On October 8, 2011, a displaced East Coaster walked into the Goodwill in Gallup, New Mexico. Amid the strewn trash, he spotted an abstract painting, reminiscent of one in his high school English textbook next to Allen Ginsberg’s “A Supermarket in California.” He saw one which looked like a Julie Mehretu he had seen at the Carnegie International in 2004. Adrenaline rushing, he looked for more. A Jackson Pollack, Silver Over Black White Yellow and Red, One Number, 31, Lucifer, Alchemy, or Sea Change. 3 others.
A misplaced Chicagoan, blonde, 40s, vaping, a high school teacher on the rez, used these paintings as an excuse to hit on him. He offered her one. He rushed the paintings to his wife, rummaging through the women’s clothing. He wanted to buy the lot, but the price tags of $8 – $15 intimidated him. The blonde put one back. He bought all but one of the big paintings and went back that evening for the small ones. He hung them and thought the pain which seeped through the canvas might be mold.

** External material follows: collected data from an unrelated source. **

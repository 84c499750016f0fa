// The EMD takes one of three paths (src/metric/emd.ts): copies of one crystal are solved group by group with a
// certificate of optimality (emd-split.ts), PDDs with many near-equal rows start the simplex on the cells a merged
// problem points at and price the rest at the end (transport.ts), everything else the whole simplex. Each path must
// give the optimum of the full transportation problem: checked against POT's ot.emd2 (scripts/emd-reference.py,
// network simplex of Bonneel et al., ACM TOG 2011) and the LP optimum of glpk.js, on PDDs shaped like those of
// crystals written in P1 or in supercells with an optimiser's noise (one row per atom, the rows of
// symmetry-equivalent atoms equal up to noise), including cases built to defeat the shortcuts.
import { describe, expect, it } from 'vitest';
import GLPKFactory from 'glpk.js/node';
import { emd, lastSolve } from '../src/metric/emd.js';
import type { Pdd } from '../src/types.js';
import { makePdd, potReference, rng } from './metric-random.js';

const K = 24;

/** Rows of an invented asymmetric unit: ascending distances, the first few shared by every "structure" (bonds). */
function baseRows(rand: () => number, atoms: number, shift: number): number[][] {
  return Array.from({ length: atoms }, (_, a) => {
    const row: number[] = [];
    let x = 0.9 + 0.15 * a;
    for (let t = 0; t < K; t++) {
      x += t < 3 ? 0.1 : 0.05 + 0.3 * rand() + (t > 3 ? shift : 0);
      row.push(x);
    }
    return row;
  });
}

/** The PDD of the unit written with each atom `z` times (a P1 cell or supercell), every row moved by noise. */
function written(rand: () => number, base: number[][], z: number, noise: number, multiplicity?: number[]): Pdd {
  const rows: number[][] = [];
  const w: number[] = [];
  base.forEach((r, a) => {
    const copies = multiplicity ? multiplicity[a] : z;
    for (let c = 0; c < copies; c++) {
      rows.push(r.map((x) => x + noise * (2 * rand() - 1)).sort((p, q) => p - q));
      w.push(1);
    }
  });
  const s = w.length;
  return makePdd(rows, w.map(() => 1 / s));
}


async function lpEmd(a: Pdd, b: Pdd): Promise<number> {
  const glpk = await GLPKFactory();
  const m = a.weights.length;
  const n = b.weights.length;
  const vars: Array<{ name: string; coef: number }> = [];
  const rowCons: Array<Array<{ name: string; coef: number }>> = Array.from({ length: m }, () => []);
  const colCons: Array<Array<{ name: string; coef: number }>> = Array.from({ length: n }, () => []);
  for (let i = 0; i < m; i++)
    for (let j = 0; j < n; j++) {
      let c = 0;
      for (let t = 0; t < a.k; t++) c = Math.max(c, Math.abs(a.rows[i * a.k + t] - b.rows[j * a.k + t]));
      vars.push({ name: `x${i}_${j}`, coef: c });
      rowCons[i].push({ name: `x${i}_${j}`, coef: 1 });
      colCons[j].push({ name: `x${i}_${j}`, coef: 1 });
    }
  const subjectTo = [
    ...rowCons.map((v, i) => ({ name: `r${i}`, vars: v, bnds: { type: glpk.GLP_FX, lb: a.weights[i], ub: a.weights[i] } })),
    ...colCons.map((v, j) => ({ name: `c${j}`, vars: v, bnds: { type: glpk.GLP_FX, lb: b.weights[j], ub: b.weights[j] } })),
  ];
  return glpk.solve({ name: 'emd', objective: { direction: glpk.GLP_MIN, name: 'cost', vars }, subjectTo }, { msglev: glpk.GLP_MSG_OFF }).result.z;
}

interface Case {
  a: Pdd;
  b: Pdd;
  what: string;
}

function cases(): Case[] {
  const rand = rng(20261205);
  const out: Case[] = [];
  const zs = [1, 2, 4, 8];
  for (let t = 0; t < 60; t++) {
    const atoms = 4 + Math.floor(rand() * 8);
    const base = baseRows(rand, atoms, 0);
    const za = zs[Math.floor(rand() * 4)];
    const zb = zs[Math.floor(rand() * 4)];
    // Copies of one crystal in two descriptions, with noise of 0.001-0.005 per distance.
    out.push({ a: written(rand, base, za, 0.001 + 0.004 * rand()), b: written(rand, base, zb, 0.001 + 0.004 * rand()), what: 'copies' });
    // Distinct crystals of one molecule, both written with many near-equal rows.
    const other = baseRows(rand, atoms, 0.02 + 0.05 * rand());
    out.push({ a: written(rand, base, Math.max(2, za), 0.003), b: written(rand, other, Math.max(2, zb), 0.003), what: 'distinct' });
    // Near copies whose groups do not balance: one atom written a different number of times on one side.
    const mult = base.map(() => za);
    mult[0] = za + 1;
    out.push({ a: written(rand, base, za, 0.003, mult), b: written(rand, base, zb, 0.003), what: 'unbalanced' });
    // Two atoms whose rows lie within the grouping distance of each other, so groups of different atoms meet.
    const close = base.map((r) => r.slice());
    close[1] = close[0].map((x) => x + 0.012);
    out.push({ a: written(rand, close, za, 0.004), b: written(rand, close, zb, 0.004), what: 'touching groups' });
  }
  return out;
}

describe('EMD paths (split, restricted, whole) give the optimum of the whole problem', () => {
  const list = cases();

  it('agree with POT ot.emd2 to 1e-9 on crystal-shaped PDDs, each path taken often', () => {
    const ref = potReference(list);
    const taken = { split: 0, restricted: 0, whole: 0 };
    const byKind = new Map<string, number>();
    list.forEach(({ a, b, what }, t) => {
      const d = emd(a, b);
      const path = lastSolve.split ? 'split' : lastSolve.restricted ? 'restricted' : 'whole';
      taken[path]++;
      if (path === 'split') byKind.set(what, (byKind.get(what) ?? 0) + 1);
      if (Math.abs(d - ref[t]) > 1e-9) throw new Error(`${what} case ${t} (${path}): emd ${d} vs POT ${ref[t]}`);
      expect(emd(b, a)).toBe(d);
    });
    console.log(`paths taken: ${JSON.stringify(taken)}; split by kind: ${JSON.stringify(Object.fromEntries(byKind))}`);
    expect(taken.split).toBeGreaterThan(50);
    expect(taken.restricted).toBeGreaterThan(40);
    // Copies split; distinct crystals never do.
    expect(byKind.get('copies') ?? 0).toBeGreaterThan(50);
    expect(byKind.get('distinct') ?? 0).toBe(0);
  });

  it('equal the LP optimum (glpk.js) on a sample of every kind', async () => {
    for (const { a, b, what } of list.filter((_, t) => t % 7 === 0)) {
      const d = emd(a, b);
      const lp = await lpEmd(a, b);
      expect(Math.abs(d - lp), what).toBeLessThanOrEqual(1e-9 * Math.max(1, lp));
    }
  }, 120_000);
});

The abstract expressionist extravaganza which is the group of paintings by Richard B. Stifler I bought that day is my prized possession. Stifler was a dabbler in the arts, a Beatnik who read On the Road one too many times, and upon his graduation from psychiatry school took up residence in Gallup, New Mexico. Even though he died two years before I came West, he haunts me. His name pops up, written inside the covers of avant-garde books I buy at Goodwill. One particular vintage Marquis De Sade paperback tome comes to mind.
When I die, donate my Stiflers to the Albuquerque Museum or for display on the walls of UNM Hospital. I lament the lost Stifler—the one I didn’t take that day.
PHOTO: A Stifler painting from the author’s collection.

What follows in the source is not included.